Segment Open

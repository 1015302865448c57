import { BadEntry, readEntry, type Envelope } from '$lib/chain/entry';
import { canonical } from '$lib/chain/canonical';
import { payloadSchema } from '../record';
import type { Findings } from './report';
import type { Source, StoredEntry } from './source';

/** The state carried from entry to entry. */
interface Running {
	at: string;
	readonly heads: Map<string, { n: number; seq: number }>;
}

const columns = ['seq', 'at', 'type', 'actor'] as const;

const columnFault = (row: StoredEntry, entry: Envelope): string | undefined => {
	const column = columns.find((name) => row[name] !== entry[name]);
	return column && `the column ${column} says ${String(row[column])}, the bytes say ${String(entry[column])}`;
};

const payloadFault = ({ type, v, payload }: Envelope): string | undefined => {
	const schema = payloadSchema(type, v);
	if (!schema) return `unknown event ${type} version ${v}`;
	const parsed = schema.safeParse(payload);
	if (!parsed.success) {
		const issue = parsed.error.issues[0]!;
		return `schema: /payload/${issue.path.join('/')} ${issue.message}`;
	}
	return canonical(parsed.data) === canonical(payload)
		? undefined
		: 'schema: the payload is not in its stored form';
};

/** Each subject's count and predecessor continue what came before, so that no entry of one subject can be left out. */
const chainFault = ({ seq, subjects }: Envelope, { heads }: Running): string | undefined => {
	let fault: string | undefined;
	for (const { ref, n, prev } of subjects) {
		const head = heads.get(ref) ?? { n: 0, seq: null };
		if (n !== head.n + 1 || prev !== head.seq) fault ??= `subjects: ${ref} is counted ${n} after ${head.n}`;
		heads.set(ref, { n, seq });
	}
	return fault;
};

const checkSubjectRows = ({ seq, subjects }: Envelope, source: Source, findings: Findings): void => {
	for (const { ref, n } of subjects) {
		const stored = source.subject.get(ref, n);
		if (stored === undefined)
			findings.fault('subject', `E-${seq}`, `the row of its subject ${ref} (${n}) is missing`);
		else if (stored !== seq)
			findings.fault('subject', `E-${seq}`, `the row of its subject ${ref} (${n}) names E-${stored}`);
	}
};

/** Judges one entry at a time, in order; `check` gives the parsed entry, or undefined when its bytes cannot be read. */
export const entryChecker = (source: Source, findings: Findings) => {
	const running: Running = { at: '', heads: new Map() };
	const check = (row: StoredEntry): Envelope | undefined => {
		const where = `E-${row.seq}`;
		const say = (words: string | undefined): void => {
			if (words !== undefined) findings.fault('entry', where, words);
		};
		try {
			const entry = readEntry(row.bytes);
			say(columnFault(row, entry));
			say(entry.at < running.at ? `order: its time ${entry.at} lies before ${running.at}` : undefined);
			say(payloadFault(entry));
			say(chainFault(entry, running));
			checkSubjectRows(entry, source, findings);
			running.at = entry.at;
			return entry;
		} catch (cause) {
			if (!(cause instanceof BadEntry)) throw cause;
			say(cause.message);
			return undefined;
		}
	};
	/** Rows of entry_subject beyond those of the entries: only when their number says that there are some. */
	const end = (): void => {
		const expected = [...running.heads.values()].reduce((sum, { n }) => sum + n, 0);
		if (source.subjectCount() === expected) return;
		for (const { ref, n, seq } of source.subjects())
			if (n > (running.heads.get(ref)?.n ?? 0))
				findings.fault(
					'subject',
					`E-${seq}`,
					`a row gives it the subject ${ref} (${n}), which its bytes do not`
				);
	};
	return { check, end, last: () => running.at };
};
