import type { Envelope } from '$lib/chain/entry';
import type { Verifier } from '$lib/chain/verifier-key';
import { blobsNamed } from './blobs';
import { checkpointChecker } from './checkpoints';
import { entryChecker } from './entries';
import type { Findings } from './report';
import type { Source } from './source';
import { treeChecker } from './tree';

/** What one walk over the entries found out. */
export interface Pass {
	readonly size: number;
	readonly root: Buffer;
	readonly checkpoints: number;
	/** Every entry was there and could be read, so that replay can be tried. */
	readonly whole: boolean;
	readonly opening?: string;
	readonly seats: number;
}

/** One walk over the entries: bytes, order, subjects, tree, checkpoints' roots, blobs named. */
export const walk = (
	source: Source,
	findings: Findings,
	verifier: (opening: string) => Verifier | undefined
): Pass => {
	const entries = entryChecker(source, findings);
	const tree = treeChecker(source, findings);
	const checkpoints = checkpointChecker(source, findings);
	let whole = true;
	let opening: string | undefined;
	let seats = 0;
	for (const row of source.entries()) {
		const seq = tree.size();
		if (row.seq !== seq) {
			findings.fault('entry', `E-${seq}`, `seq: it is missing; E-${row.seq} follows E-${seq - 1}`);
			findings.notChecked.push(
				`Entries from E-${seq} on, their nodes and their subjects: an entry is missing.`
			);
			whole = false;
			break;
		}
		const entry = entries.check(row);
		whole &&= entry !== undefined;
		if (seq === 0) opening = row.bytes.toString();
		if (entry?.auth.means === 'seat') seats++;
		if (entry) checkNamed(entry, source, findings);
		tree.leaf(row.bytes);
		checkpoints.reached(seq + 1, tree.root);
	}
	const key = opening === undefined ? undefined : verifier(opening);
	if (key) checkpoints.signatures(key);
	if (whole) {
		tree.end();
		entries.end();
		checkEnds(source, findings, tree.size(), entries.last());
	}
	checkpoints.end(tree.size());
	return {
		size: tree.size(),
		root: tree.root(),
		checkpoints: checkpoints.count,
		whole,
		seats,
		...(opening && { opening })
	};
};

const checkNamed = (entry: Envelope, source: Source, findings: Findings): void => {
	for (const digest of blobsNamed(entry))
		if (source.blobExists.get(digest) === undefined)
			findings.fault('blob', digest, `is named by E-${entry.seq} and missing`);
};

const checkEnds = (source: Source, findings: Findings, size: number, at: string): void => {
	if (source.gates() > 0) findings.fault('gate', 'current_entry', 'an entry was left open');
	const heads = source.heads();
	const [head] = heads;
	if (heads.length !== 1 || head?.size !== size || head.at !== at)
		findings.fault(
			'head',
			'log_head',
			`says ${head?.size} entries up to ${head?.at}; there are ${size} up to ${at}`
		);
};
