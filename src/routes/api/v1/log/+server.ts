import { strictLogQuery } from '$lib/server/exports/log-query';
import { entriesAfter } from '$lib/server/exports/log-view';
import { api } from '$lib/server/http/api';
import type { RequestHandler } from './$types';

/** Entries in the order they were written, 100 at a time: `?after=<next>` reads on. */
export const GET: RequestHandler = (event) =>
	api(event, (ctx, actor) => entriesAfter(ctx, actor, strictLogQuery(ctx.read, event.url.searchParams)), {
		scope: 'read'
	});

Segment Closed

_What the task requires_: Once the line containing "const issue = parsed.error.issues[0]!;" has been retyped, stop. Begin at the first line of the material and reproduce every line up to it exactly.

_Answer for this exercise_:
repository 1015302865448c57
import { BadEntry, readEntry, type Envelope } from '$lib/chain/entry';
import { canonical } from '$lib/chain/canonical';
import { payloadSchema } from '../record';
import type { Findings } from './report';
import type { Source, StoredEntry } from './source';

/** The state carried from entry to entry. */
interface Running {
	at: string;
	readonly heads: Map<string, { n: number; seq: number }>;
}

const columns = ['seq', 'at', 'type', 'actor'] as const;

const columnFault = (row: StoredEntry, entry: Envelope): string | undefined => {
	const column = columns.find((name) => row[name] !== entry[name]);
	return column && `the column ${column} says ${String(row[column])}, the bytes say ${String(entry[column])}`;
};

const payloadFault = ({ type, v, payload }: Envelope): string | undefined => {
	const schema = payloadSchema(type, v);
	if (!schema) return `unknown event ${type} version ${v}`;
	const parsed = schema.safeParse(payload);
	if (!parsed.success) {
		const issue = parsed.error.issues[0]!;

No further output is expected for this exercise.